Theory¶
What We're Solving¶
You've trained an ML model and computed \(R^2\) at each validation station. Now you want to know:
- Why does accuracy vary across locations?
- What accuracy can I expect at a new location?
- How will accuracy change if I collect more data?
The challenge: you only have \(R^2\) values at monitored stations—how do you estimate accuracy everywhere else?
The Two-Stage Approach¶
We model accuracy as depending on two factors:
| Factor | What it captures |
|---|---|
| Data availability | Density of stations, training sample size |
| Location | Geographic patterns not explained by data availability |
# Input: raw test data
df_test: 100,000 rows → (lon, lat, density, sufficiency, observed, predicted)
# Goal: predict R² at any (lon, lat, density, sufficiency)
Stage 1: Data Availability → Accuracy¶
We fit a GAM (Generalized Additive Model) to predict \(R^2\) from:
- Station density (\(\rho\)): How many nearby stations exist
- Sample size (\(n\)): How much training data was used
The model enforces a sensible constraint: more data = better accuracy. This is done through monotonic splines that can only increase with \(\rho\) and \(n\).
Output: A baseline accuracy estimate \(\hat{R}^2_{\text{GAM}}\) that captures global trends.
df_test
→ Given: [sufficiency, lon, lat, observed, predicted, density]
# Remove local spatial noise first.
→ Spatial Groupby (lon, lat)
→ [sufficiency, lon_avg, lat_avg, density_avg, R²_compute]
# Extract sampling effect uniformly
→ Sampling Groupby (sufficiency, density)
→ [sufficiency, density_avg_bin, density_avg_avg, R²_avg]
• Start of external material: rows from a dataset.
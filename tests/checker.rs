//! The independent checker: accepts valid hand-built plans and walks, rejects
//! one hand-built plan or walk per violation kind with exactly the expected
//! violation, and accepts one-route-per-task plans on the gdb set (whose cost
//! must not undercut the published lower bounds in ../shared/instances/reference.csv).

mod common;

use std::path::Path;

use arcwright::check::{check_plan, check_walks, At, Violation};
use arcwright::io::read_dat_file;
use arcwright::model::{Dir, Fleet, Instance, Link, Network, ServeDirection, ServiceSpec};
use arcwright::paths::Distances;
use arcwright::plan::{walk, Plan, Route, Step, Visit};

use Dir::{Backward as B, Forward as F};

fn link(from: usize, to: usize, oneway: bool, cost: i64, time: Option<i64>) -> Link {
    Link {
        from,
        to,
        oneway,
        cost,
        time,
        service: None,
        name: None,
        ..Link::default()
    }
}

fn serve(mut l: Link, demand: i64, time: Option<i64>, direction: ServeDirection) -> Link {
    l.service = Some(ServiceSpec {
        demand,
        cost: l.cost,
        time,
        direction,
    });
    l
}

/// Junctions 0..=4, depot 0. Tasks: t0 = link 0 (0-1, either way, service
/// time 5), t1 = link 1 (1->2 one-way), t2 = link 3 (2-3, forward only: one
/// side of a street). From 3 back to 0 three paths cost 5 (direct: time 5;
/// via 2: time 7; via 2 and 4: time 3); the checker must take time 3.
fn town(fleet: Fleet) -> Instance {
    let mut net = Network::with_junctions(5);
    net.add_link(serve(
        link(0, 1, false, 2, None),
        3,
        Some(5),
        ServeDirection::Either,
    )); // 0
    net.add_link(serve(
        link(1, 2, true, 3, None),
        4,
        None,
        ServeDirection::Either,
    )); // 1
    net.add_link(link(2, 0, false, 4, Some(6))); // 2
    net.add_link(serve(
        link(2, 3, false, 1, None),
        2,
        None,
        ServeDirection::Forward,
    )); // 3
    net.add_link(link(3, 0, false, 5, None)); // 4
    net.add_link(link(0, 4, false, 2, Some(1))); // 5
    net.add_link(link(4, 2, false, 2, Some(1))); // 6
    Instance::new("town", net, fleet, 0).unwrap()
}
# Then, GAM can learn the information of data availability in a uniform way
→ Build GAM(density, sufficiency) → R²
Stage 2: Location-Specific Adjustments¶
After Stage 1, some locations still have unexplained accuracy differences. These residuals:
are modeled using an SVM that learns spatial patterns—capturing things like:
- Regional data quality differences
- Terrain complexity effects
- Local climate variability
Output: A spatial correction \(\hat{r}_{\text{SVM}}\) for each location.
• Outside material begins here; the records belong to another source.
/// Legs from each of `rows` (initial states of a search each) to each of
/// `cols` (states), one search per row stopped when every column is settled;
/// row-major. Rows are searched in parallel (rayon). `None` when `give_up`
/// answers true before a row's search (asked once per row).
pub(crate) fn block<G: StateGraph + ?Sized>(
    g: &G,
    rows: &[Vec<(u32, Cost, Cost)>],
    cols: &[u32],
    give_up: &(dyn Fn() -> bool + Sync),
) -> Option<Vec<(Cost, Cost)>> {
    use rayon::prelude::*;
    let mut marks = vec![false; g.states()];
    // Index of each column state among the distinct columns.
    let mut slot = vec![u32::MAX; g.states()];
    let mut distinct = 0;
    for &c in cols {
        if !marks[c as usize] {
            marks[c as usize] = true;
            slot[c as usize] = distinct as u32;
            distinct += 1;
        }
    }
    let out: Option<Vec<Vec<(Cost, Cost)>>> = rows
        .par_iter()
        .map(|init| {
            if give_up() {
                return None;
            }
            let s = settle(g, init, Until::Targets(&marks, distinct));
            let mut at = vec![(UNREACHABLE, UNREACHABLE); distinct];
            for &(v, c, t) in &s.order {
                let k = slot[v as usize];
                if k != u32::MAX {
                    at[k as usize] = (c, t);
                }
            }
            Some(
                cols.iter()
                    .map(|&c| at[slot[c as usize] as usize])
                    .collect(),
            )
        })
        .collect();
    Some(out?.into_iter().flatten().collect())
}

#[cfg(test)]
mod tests {
    use super::*;

    /// A one-way ring of `n` states with a chord every 7 states; costs
    /// small so that ties (and the time tie-break) occur.
    struct Ring(u32);

    impl StateGraph for Ring {
        fn states(&self) -> usize {
            self.0 as usize
        }
        fn moves(&self, s: u32, f: &mut dyn FnMut(u32, Cost, Cost)) {
            f((s + 1) % self.0, 1 + (s % 3) as Cost, 2);
            if s.is_multiple_of(7) {
                f((s * 5 + 3) % self.0, 4, 1);
            }
        }
    }

    /// Rows that grow, rows cut at their limit with far legs kept on their
    /// own, and a cache cleared when full all give the values of full
    /// searches (computed here without the cache).
    #[test]
    fn cached_legs_equal_full_searches_under_every_limit() {
        let g = Ring(700);
        let full: Vec<Vec<(Cost, Cost)>> = (0..700)
            .map(|u| full_values(700, &settle(&g, &[(u, 0, 0)], Until::All)))
            .collect();
        for limits in [(16, 64, 500), (4, 700, 100_000), (256, 4096, 1 << 20)] {
            let mut cache = RowCache::new(700);
            cache.limits = limits;
            let mut x: u64 = 12345;
            for _ in 0..20_000 {
                x = x
                    .wrapping_mul(6364136223846793005)
                    .wrapping_add(1442695040888963407);
                let (u, v) = ((x >> 33) as u32 % 700, (x >> 13) as u32 % 700);
                let got = cache.leg(u as usize, v, |v, min| {
                    settle(&g, &[(u, 0, 0)], Until::Reach(v, min))
                });
                assert_eq!(
                    got, full[u as usize][v as usize],
                    "{u} -> {v} under {limits:?}"
                );
            }
        }
    }

    /// A block gives the values of full searches (repeated columns
    /// included), and nothing once told to give up.
    #[test]
    fn blocks_equal_full_searches_and_give_up() {
        let g = Ring(300);
        let rows: Vec<Vec<(u32, Cost, Cost)>> = [0u32, 17, 299, 150]
            .iter()
            .map(|&u| vec![(u, 0, 0)])
            .collect();
        let cols = [5u32, 299, 5, 0, 123];
        let got = block(&g, &rows, &cols, &|| false).expect("not given up");
        let mut k = 0;
        for init in &rows {
            let full = full_values(300, &settle(&g, init, Until::All));
            for &c in &cols {
                assert_eq!(got[k], full[c as usize], "{init:?} -> {c}");
                k += 1;
            }
        }
        assert!(block(&g, &rows, &cols, &|| true).is_none());
    }
}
→ Group by [lon_bin, lat_bin, suff_bin] → Get [(lon_bin, lat_bin), density, sufficiency, R²] → baseline_r2 = GAM(density, sufficiency) → residual = R² - baseline_r2 → Build SVM(lon, lat) → residual
df_test
→ Given: [sufficiency, lon, lat, observed, predicted, density]
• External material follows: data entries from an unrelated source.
#include "acidload/studies/timeline.hpp"

#include <array>
#include <cmath>
#include <cstring>
#include <limits>

#include "acidload/core/error.hpp"
#include "acidload/core/oil_rates.hpp"
#include "acidload/core/species.hpp"

namespace acidload {

OilRates segment_rates(const Segment& s, const OilCharge& charge, const ModelParameters& model, Transfer* out) {
  Operation op = s.operation;
  op.starts_per_hour = s.hours > 0 ? s.starts / s.hours : 0;
  const Transfer t = transfer(s.fuel, op, model.transfer);
  if (out) *out = t;
  return oil_rates(t, model.oxidation, s.oil_temperature, s.oil_consumption, charge.continuous_makeup);
}

namespace {

// Equality of operating states by value, field by field, each double compared by its bits (equal
// bits give equal results, so a repeat may reuse them; -0 against +0 only costs a recomputation).
// Not memcmp of the whole struct: the padding after an enum (NoxEmission::unit, FuelGas::combustion)
// holds whatever the stack held, so equal states compared unequal at random and the transfer was
// recomputed for every segment. The size assertions fail when a field is added: compare it too.
bool same(double a, double b) { return std::memcmp(&a, &b, sizeof(double)) == 0; }

bool same(const Operation& a, const Operation& b) {
  static_assert(sizeof(Operation) == 17 * sizeof(double), "a field was added to Operation: compare it here");
  return same(a.fuel_flow, b.fuel_flow) && same(a.electrical_power, b.electrical_power) && same(a.load, b.load) &&
         same(a.air.excess_air_ratio, b.air.excess_air_ratio) && same(a.air.water_fraction, b.air.water_fraction) &&
         same(a.blowby_share, b.blowby_share) && same(a.blowby_flow, b.blowby_flow) &&
         same(a.jacket_water_out, b.jacket_water_out) && same(a.coldest_crankcase_surface, b.coldest_crankcase_surface) &&
         same(a.crankcase_pressure, b.crankcase_pressure) && same(a.exhaust_pressure, b.exhaust_pressure) &&
         same(a.starts_per_hour, b.starts_per_hour) && same(a.jacket_water_at_start, b.jacket_water_at_start) &&
         same(a.nox.value, b.nox.value) && a.nox.unit == b.nox.unit && same(a.nox.o2_reference, b.nox.o2_reference) &&
         same(a.nox.o2_air, b.nox.o2_air);
}

bool same(const FuelGas& a, const FuelGas& b) {
  static_assert(sizeof(FuelGas) == (gas_count + 6) * sizeof(double), "a field was added to FuelGas: compare it here");
  for (std::size_t i = 0; i < gas_count; ++i)
    if (!same(a.x[i], b.x[i])) return false;
  return same(a.other_sulfur, b.other_sulfur) && same(a.chlorine, b.chlorine) && same(a.fluorine, b.fluorine) &&
         same(a.reference.temperature, b.reference.temperature) && same(a.reference.pressure, b.reference.pressure) &&
         a.combustion == b.combustion;
}

// The rates of the last operating state, reused while the state repeats (a record often holds
// long runs of identical rows); the model's constant parameters were validated once by simulate().
struct RateCache {
  bool valid = false;
  FuelGas fuel;
  Operation op;
  double oil_temperature = 0, oil_consumption = 0;
  Transfer transfer;
  OilRates rates;

  const OilRates& of(const Segment& s, const OilCharge& charge, const ModelParameters& model) {
    Operation op2 = s.operation;
    op2.starts_per_hour = s.hours > 0 ? s.starts / s.hours : 0;
    if (valid && same(op2, op) && same(s.fuel, fuel) && same(s.oil_temperature, oil_temperature) &&
        same(s.oil_consumption, oil_consumption))
      return rates;
    valid = false;
    transfer = acidload::transfer(s.fuel, op2, model.transfer, false);
    rates = oil_rates(transfer, model.oxidation, s.oil_temperature, s.oil_consumption, charge.continuous_makeup, false);
    fuel = s.fuel, op = op2, oil_temperature = s.oil_temperature, oil_consumption = s.oil_consumption;
    valid = true;
    return rates;
  }
};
# Remove local spatial noise.
→ Spatial Groupby (lon, lat)
→ [sufficiency, lon_avg, lat_avg, density_avg, R²_compute]
# Use model in stage 1
→ residual_r2 = R² - GAM(sufficiency, density)
# Then, SVM can learn the spatial pattern of residuals.
→ Build SVM(lon_bin, lat_bin) → residual_r2
Final Prediction¶
Combine both stages:
| Component | Interprets | Extrapolates to |
|---|---|---|
| Stage 1 | Density-accuracy relationship | New data conditions |
| Stage 2 | Spatial residuals | New locations |
| Combined | Full accuracy surface | Anywhere |
Why This Works Better Than Interpolation¶
Traditional approach: interpolate \(R^2\) based on distance to nearby stations.
Problem: This assumes accuracy varies smoothly with location, ignoring that sparse regions systematically underperform regardless of what's nearby.
Our approach: Accuracy depends on data availability first, then location. A sparse region will have low predicted accuracy even if surrounded by high-accuracy stations.